(Saved entries)
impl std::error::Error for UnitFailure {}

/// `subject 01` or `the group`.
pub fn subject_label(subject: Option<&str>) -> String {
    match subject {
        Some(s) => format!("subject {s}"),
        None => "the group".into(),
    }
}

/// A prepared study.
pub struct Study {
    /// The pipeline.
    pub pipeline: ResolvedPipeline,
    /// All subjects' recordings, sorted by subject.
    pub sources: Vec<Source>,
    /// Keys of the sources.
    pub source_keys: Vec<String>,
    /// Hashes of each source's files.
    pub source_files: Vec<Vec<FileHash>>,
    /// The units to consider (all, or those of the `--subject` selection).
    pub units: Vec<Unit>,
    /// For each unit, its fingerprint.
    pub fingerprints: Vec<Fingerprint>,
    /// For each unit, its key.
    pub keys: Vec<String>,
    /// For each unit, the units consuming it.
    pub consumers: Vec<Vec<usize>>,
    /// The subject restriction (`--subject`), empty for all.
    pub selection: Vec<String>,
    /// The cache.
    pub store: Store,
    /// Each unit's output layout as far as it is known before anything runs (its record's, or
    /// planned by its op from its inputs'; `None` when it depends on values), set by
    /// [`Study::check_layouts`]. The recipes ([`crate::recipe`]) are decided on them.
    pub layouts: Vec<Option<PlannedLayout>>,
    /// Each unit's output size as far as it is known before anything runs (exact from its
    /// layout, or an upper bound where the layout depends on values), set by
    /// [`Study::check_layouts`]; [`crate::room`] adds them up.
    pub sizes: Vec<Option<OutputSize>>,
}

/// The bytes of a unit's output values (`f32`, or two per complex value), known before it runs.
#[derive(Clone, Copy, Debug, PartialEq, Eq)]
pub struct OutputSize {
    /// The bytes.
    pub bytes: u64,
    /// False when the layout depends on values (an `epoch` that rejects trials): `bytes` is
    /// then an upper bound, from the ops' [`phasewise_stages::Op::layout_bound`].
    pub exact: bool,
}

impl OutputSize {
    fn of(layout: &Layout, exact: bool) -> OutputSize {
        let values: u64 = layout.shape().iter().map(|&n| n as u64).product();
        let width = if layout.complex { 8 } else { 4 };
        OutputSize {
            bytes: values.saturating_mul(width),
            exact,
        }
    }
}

---

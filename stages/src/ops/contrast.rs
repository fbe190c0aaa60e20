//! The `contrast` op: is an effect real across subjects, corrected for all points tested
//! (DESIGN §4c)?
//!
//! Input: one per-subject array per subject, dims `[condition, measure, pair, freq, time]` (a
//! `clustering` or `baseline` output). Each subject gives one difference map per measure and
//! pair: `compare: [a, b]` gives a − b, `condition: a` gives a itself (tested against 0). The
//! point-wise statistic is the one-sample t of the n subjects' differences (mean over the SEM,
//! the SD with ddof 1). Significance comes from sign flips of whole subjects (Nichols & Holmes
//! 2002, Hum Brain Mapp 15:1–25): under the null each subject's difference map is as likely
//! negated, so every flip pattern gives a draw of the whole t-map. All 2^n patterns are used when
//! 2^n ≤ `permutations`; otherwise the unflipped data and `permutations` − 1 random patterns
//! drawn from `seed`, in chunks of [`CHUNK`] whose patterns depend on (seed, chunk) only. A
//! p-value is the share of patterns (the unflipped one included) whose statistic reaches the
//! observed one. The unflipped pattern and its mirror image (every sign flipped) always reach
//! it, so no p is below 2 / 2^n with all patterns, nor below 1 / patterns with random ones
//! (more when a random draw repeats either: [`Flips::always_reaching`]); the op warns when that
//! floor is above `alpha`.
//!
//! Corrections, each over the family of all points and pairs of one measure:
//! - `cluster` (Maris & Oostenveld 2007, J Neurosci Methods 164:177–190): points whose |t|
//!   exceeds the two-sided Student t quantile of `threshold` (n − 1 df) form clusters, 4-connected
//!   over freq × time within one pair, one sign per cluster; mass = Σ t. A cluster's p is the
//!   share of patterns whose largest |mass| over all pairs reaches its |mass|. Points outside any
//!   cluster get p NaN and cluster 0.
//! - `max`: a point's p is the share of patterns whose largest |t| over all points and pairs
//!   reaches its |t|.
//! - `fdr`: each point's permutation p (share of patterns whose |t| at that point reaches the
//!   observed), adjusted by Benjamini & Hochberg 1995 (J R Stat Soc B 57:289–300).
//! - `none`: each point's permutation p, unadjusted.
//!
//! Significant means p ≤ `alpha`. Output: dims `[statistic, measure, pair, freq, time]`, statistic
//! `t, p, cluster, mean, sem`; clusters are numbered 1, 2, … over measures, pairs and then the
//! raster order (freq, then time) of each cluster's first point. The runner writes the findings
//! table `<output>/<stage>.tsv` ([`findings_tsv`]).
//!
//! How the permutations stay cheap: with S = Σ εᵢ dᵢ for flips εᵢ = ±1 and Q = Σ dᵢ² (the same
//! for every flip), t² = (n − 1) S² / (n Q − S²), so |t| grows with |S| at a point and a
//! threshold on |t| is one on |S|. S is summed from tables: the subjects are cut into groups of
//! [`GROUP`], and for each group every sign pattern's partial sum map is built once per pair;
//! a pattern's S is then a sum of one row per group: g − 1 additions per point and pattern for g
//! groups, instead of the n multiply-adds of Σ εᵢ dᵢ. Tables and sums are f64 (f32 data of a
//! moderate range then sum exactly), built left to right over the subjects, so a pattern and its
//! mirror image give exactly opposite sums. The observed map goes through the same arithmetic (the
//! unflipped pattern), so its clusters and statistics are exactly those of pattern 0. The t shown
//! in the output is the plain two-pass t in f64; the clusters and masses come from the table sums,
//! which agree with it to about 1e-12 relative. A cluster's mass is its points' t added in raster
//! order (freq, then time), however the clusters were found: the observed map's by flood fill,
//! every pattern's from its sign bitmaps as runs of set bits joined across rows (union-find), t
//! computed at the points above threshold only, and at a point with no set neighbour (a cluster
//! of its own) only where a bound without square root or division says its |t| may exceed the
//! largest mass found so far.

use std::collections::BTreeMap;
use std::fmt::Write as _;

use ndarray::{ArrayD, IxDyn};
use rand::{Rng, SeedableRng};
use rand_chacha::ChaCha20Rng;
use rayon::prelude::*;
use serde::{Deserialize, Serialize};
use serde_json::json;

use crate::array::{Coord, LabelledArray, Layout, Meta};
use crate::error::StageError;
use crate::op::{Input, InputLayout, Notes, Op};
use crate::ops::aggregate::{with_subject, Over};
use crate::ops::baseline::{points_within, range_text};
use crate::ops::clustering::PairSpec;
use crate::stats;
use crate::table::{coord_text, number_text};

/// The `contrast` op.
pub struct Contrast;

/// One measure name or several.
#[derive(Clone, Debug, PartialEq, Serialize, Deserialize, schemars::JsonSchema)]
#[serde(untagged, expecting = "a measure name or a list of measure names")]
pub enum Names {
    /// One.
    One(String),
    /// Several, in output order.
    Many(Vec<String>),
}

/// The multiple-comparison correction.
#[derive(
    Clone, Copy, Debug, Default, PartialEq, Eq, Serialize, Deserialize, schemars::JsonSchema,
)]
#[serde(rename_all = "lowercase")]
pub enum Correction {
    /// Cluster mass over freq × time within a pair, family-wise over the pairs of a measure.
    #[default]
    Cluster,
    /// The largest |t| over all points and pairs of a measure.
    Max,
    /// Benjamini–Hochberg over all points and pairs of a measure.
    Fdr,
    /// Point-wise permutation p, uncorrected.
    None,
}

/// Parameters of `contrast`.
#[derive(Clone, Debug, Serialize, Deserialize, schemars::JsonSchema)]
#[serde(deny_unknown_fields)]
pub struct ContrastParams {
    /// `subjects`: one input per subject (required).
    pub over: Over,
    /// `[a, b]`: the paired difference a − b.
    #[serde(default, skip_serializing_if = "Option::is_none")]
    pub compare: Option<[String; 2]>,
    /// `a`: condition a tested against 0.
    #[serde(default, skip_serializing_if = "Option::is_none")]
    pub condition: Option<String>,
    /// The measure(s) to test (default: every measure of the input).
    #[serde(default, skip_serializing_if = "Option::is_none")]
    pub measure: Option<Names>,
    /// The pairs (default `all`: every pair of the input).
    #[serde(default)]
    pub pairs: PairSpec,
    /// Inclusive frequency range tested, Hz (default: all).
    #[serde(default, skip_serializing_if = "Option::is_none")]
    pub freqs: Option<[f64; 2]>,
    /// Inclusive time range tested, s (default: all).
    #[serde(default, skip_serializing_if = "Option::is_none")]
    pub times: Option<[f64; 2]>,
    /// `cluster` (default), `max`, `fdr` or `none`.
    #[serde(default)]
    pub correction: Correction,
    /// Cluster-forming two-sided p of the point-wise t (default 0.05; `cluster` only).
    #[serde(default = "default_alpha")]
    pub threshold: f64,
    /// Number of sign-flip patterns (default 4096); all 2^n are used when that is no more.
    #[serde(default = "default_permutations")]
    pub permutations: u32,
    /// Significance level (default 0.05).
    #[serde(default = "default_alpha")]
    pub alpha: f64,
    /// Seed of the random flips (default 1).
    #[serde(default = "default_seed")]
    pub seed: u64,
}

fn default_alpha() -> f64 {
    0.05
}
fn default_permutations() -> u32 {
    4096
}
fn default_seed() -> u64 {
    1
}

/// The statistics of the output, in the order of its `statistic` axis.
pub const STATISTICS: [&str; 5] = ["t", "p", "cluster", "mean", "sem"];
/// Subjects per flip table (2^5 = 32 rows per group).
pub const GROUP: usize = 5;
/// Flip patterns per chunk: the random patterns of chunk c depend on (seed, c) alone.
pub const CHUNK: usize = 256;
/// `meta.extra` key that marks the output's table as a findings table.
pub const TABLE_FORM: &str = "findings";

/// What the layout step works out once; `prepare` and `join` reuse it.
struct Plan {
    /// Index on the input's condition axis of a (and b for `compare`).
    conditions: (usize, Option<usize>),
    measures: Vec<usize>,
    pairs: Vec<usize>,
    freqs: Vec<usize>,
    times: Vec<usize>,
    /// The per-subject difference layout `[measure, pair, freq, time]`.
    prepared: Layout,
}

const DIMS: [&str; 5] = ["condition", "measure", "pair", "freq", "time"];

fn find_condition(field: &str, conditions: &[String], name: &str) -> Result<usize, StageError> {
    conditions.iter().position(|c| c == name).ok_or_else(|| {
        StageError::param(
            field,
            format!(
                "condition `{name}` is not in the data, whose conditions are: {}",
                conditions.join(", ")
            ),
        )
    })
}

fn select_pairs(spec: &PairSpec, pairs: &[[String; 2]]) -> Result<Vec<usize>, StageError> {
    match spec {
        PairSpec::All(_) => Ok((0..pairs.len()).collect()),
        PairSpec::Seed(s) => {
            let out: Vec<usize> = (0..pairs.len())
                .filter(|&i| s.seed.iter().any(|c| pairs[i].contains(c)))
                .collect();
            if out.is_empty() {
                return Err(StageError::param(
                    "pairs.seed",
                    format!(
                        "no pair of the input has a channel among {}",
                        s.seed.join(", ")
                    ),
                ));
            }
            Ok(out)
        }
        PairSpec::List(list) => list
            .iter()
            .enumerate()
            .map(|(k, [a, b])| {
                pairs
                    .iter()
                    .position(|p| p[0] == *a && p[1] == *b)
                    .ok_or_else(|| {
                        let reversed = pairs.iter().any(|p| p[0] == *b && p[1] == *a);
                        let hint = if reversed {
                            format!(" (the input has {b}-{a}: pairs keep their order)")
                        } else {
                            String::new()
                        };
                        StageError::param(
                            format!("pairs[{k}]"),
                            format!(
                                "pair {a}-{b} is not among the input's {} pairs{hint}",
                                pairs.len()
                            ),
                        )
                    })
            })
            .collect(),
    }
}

# What needs to be done:
Report every line in the data that holds "freqs", copying each one.

# Solution to this exercise:
    pub freqs: Option<[f64; 2]>,
    freqs: Vec<usize>,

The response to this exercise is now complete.